Previously known as Africa’s leading economy, Nigeria now sits behind South Africa, Egypt, and Algeria, highlighting prolonged economic challenges.
South Africa reclaimed the first position with an estimated GDP of $400.19 billion. Egypt closely follows at $383.11 billion, and Algeria ranks third with $264.91 billion due to strong government spending and oil income.
Nigeria’s GDP fell significantly to $187.64 billion, resulting primarily from unstable policies, weakened currency value, and ineffective economic reforms.

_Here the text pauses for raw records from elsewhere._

/// The first-exciton wavelengths that correspond to a curve's validity range.
pub fn peak_range_nm(curve: Curve, core: &str, bulk: Option<&BulkParams>) -> Option<(f64, f64)> {
    let range = curve.valid_range_nm(core);
    let default_bulk_params = default_bulk(core);
    let bulk = bulk.or(default_bulk_params.as_ref());
    let sized = |l: f64| diameter_raw(curve, core, l, bulk).ok().map(|(d, e)| e.unwrap_or(d));
    let find = |target: f64| -> Option<f64> {
        // Scan 200-3500 nm in 2 nm steps for the first bracket, then bisect.
        let mut prev: Option<(f64, f64)> = None;
        let mut bracket = None;
        let mut l = 200.0;
        while l < 3500.0 {
            if let Some(v) = sized(l) {
                if let Some((pl, pv)) = prev
                    && (pv - target) * (v - target) <= 0.0
                    && v >= pv
                {
                    bracket = Some((pl, l));
                    break;
                }
                prev = Some((l, v));
            }
            l += 2.0;
        }
        let (mut a, mut b) = bracket?;
        let s0 = sized(a)? - target;
        for _ in 0..100 {
            let m = 0.5 * (a + b);
            let sm = sized(m)? - target;
            if sm * s0 > 0.0 { a = m } else { b = m }
        }
        Some(0.5 * (a + b))
    };
    Some((find(range[0])?, find(range[1])?))
}
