/// A `cuvette backup` of a large lab killed at any moment leaves no file under the real name
/// unless it is whole; the next backup in that folder sweeps the partial file away.
#[test]
fn a_killed_backup_leaves_no_half_file_and_the_next_backup_sweeps() {
    let lab = Lab::new();
    lab.ok(&["demo", "--scale", "300"]);
    settle(&lab.db);
    let out = lab.path("out");
    std::fs::create_dir(&out).unwrap();
    let target = out.join("copy.db");
    let mut child = bin()
        .arg("--db")
        .arg(&lab.db)
        .arg("backup")
        .arg("--out")
        .arg(&target)
        .stdout(Stdio::null())
        .stderr(Stdio::null())
        .spawn()
        .unwrap();
    // Kill it as soon as its partial file shows (or when it has finished: either way the
    // folder must hold no half file under a real name).
    loop {
        if !files_in(&out, "partial").is_empty() {
            break;
        }
        if child.try_wait().unwrap().is_some() {
            break;
        }
        std::thread::yield_now();
    }
    let _ = child.kill();
    let _ = child.wait();
    if target.exists() {
        // Finished before the kill: it must be whole.
        check_ok(&lab, &target);
        std::fs::remove_file(&target).unwrap();
    }
    for side in ["-wal", "-shm", "-journal"] {
        assert!(!out.join(format!("copy.db{side}")).exists());
    }
    let leftovers = files_in(&out, "partial");
    // The next backup there clears what the killed one left.
    lab.ok(&["backup", "--out", s(&out.join("second.db"))]);
    let after = files_in(&out, "partial");
    assert!(
        after.is_empty(),
        "left {after:?} (before the second backup: {leftovers:?})"
    );
    check_ok(&lab, &out.join("second.db"));
}

// ------------------------------------------------------------------ reads never change a lab

fn read_commands(lab: &Lab) -> Vec<Vec<String>> {
    let out = lab.path("export-out");
    let _ = std::fs::create_dir(&out);
    let plot = lab.path("plot.svg");
    let _ = std::fs::remove_file(&plot);
    let copy = lab.path("read-copy.db");
    let _ = std::fs::remove_file(&copy);
    let _ = std::fs::remove_dir_all(&out);
    std::fs::create_dir(&out).unwrap();
    [
        vec!["batch", "list", "--json"],
        vec!["batch", "show", "1", "--json"],
        vec!["aliquot", "show", "1", "--json"],
        vec!["shelf", "--json"],
        vec!["vial", "show", "1", "--json"],
        vec!["find", "CdSe size>2 qy>10%", "--json"],
        vec!["check", "--json"],
        vec!["check", "--deep", "--json"],
        vec!["log", "--json"],
        vec!["explain", "1", "--json"],
        vec!["recompute", "--dry-run", "--json"],
        vec!["calib", "show"],
        vec!["calib", "history"],
        vec!["person", "list"],
        vec!["location", "list"],
        vec!["plot", "1", "--out", s(&plot)],
        vec!["export", "--format", "csv", "--out", s(&out)],
        vec!["backup", "--out", s(&copy)],
    ]
    .into_iter()
    .map(|v| v.into_iter().map(String::from).collect())
    .collect()
}

/// Every read command leaves the lab file's bytes and its modification time exactly as they
/// were, and panics on nothing.
#[test]
fn read_commands_leave_the_file_bytes_and_mtime_alone() {
    let lab = Lab::new();
    lab.ok(&["demo"]);
    settle(&lab.db);
    let before = snapshot(&lab.db);
    for args in read_commands(&lab) {
        let a: Vec<&str> = args.iter().map(String::as_str).collect();
        let o = lab.run(&a);
        no_panic(&o, &args.join(" "));
        assert_eq!(o.code, 0, "{args:?}: {}", o.stderr);
        assert_eq!(snapshot(&lab.db), before, "{args:?} changed the lab file");
    }
}

/// `open_read` promises that nothing "in the file or beside it" is changed, yet every read of a
/// settled lab leaves a `-wal` and a `-shm` file next to it (and beside a backup it restores
/// from).
#[test]

fn read_commands_create_no_side_files() {
    let lab = Lab::new();
    lab.ok(&["demo"]);
    settle(&lab.db);
    let mut made = Vec::new();
    for args in read_commands(&lab) {
        let a: Vec<&str> = args.iter().map(String::as_str).collect();
        lab.ok(&a);
        for side in ["-wal", "-shm"] {
            let p = PathBuf::from(format!("{}{side}", lab.db.display()));
            if p.exists() {
                made.push(format!("{} made {side}", args.join(" ")));
                let _ = std::fs::remove_file(&p);
            }
        }
    }
    // Restoring from a settled backup file leaves that file's folder as it was, too.
    let backup = lab.path("settled.db");
    lab.ok(&["backup", "--out", s(&backup)]);
    settle(&backup);
    let other = Lab::new();
    other.ok(&["init"]);
    other.ok(&["restore", s(&backup)]);
    for side in ["-wal", "-shm"] {
        if Path::new(&format!("{}{side}", backup.display())).exists() {
            made.push(format!("restore made {side} beside the backup"));
        }
    }
    assert!(made.is_empty(), "{made:?}");
}

/// Reads of an older lab work, leave it at its version, byte for byte, and make no migration
/// copy; a backup of it is a current, checked lab.
#[test]
fn reads_of_an_older_lab_change_nothing() {
    for version in 1..cuvette::store::MIGRATIONS.len() {
        let lab = Lab::new();
        old_lab(&lab.db, version);
        let before = snapshot(&lab.db);
        let copy = lab.path("copy.db");
        let export = lab.path("export");
        std::fs::create_dir(&export).unwrap();
        for args in [
            &["batch", "list", "--json"][..],
            &["batch", "show", "1", "--json"],
            &["shelf", "--json"],
            &["vial", "show", "OLD-1", "--json"],
            &["check", "--json"],
            &["find", "old", "--json"],
            &["log", "--json"],
            &["export", "--format", "json", "--out", s(&export)],
            &["backup", "--out", s(&copy)],
        ] {
            let o = lab.run(args);
            no_panic(&o, &args.join(" "));
            assert_eq!(o.code, 0, "v{version} {args:?}: {}", o.stderr);
            assert_eq!(snapshot(&lab.db), before, "v{version} {args:?} changed the file");
        }
        assert_eq!(scalar(&lab.db, "PRAGMA user_version"), version as i64);
        assert!(
            files_in(lab.dir.path(), ".bak").is_empty(),
            "v{version}: a read made a migration copy"
        );
        assert_eq!(scalar(&copy, "PRAGMA user_version"), cuvette::store::SCHEMA_VERSION);
        assert_eq!(scalar(&copy, "SELECT count(*) FROM batch WHERE name = 'old batch'"), 1);
        check_ok(&lab, &copy);
    }
}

“This shift underscores the deep-rooted macroeconomic imbalances Nigeria continues to grapple with,” Afreximbank said on its official X page. “Despite its vast population and resource base, Nigeria’s foreign exchange challenges and inflationary pressures have severely weakened its economic footing.”
CFG Advisory CEO Tilewa Adebajo highlighted similar concerns in his firm’s 2025 economic outlook, noting that Nigeria’s economic reforms have not translated into meaningful growth. “The naira’s devaluation from 450 to over 1,700 per dollar has led to a loss of over $300 billion in economic value,” he said.
The IMF forecasts Nigeria’s growth rate will reduce to 3.0 percent in 2025 and further decline to 2.7 percent in 2026. Persistent stagflation and falling productivity levels are expected to continue. The removal of fuel subsidies and rising interest rates have added pressure on consumers and businesses, while current social assistance programs remain insufficient.
Nigeria’s debt levels are also steadily increasing. Total borrowing now exceeds $100 billion, with debt servicing expected to cost N16.3 trillion in the 2025 budget, surpassing the total spending on infrastructure, healthcare, education, security, and defense.
Analysts argue that instead of investing savings from subsidy removals into capital projects, the government has concentrated primarily on debt repayments. Money supply increased by 50 percent year on-year, reaching ₦108 trillion, causing the Central Bank’s inflation control measures to falter, potentially undermining investor confidence.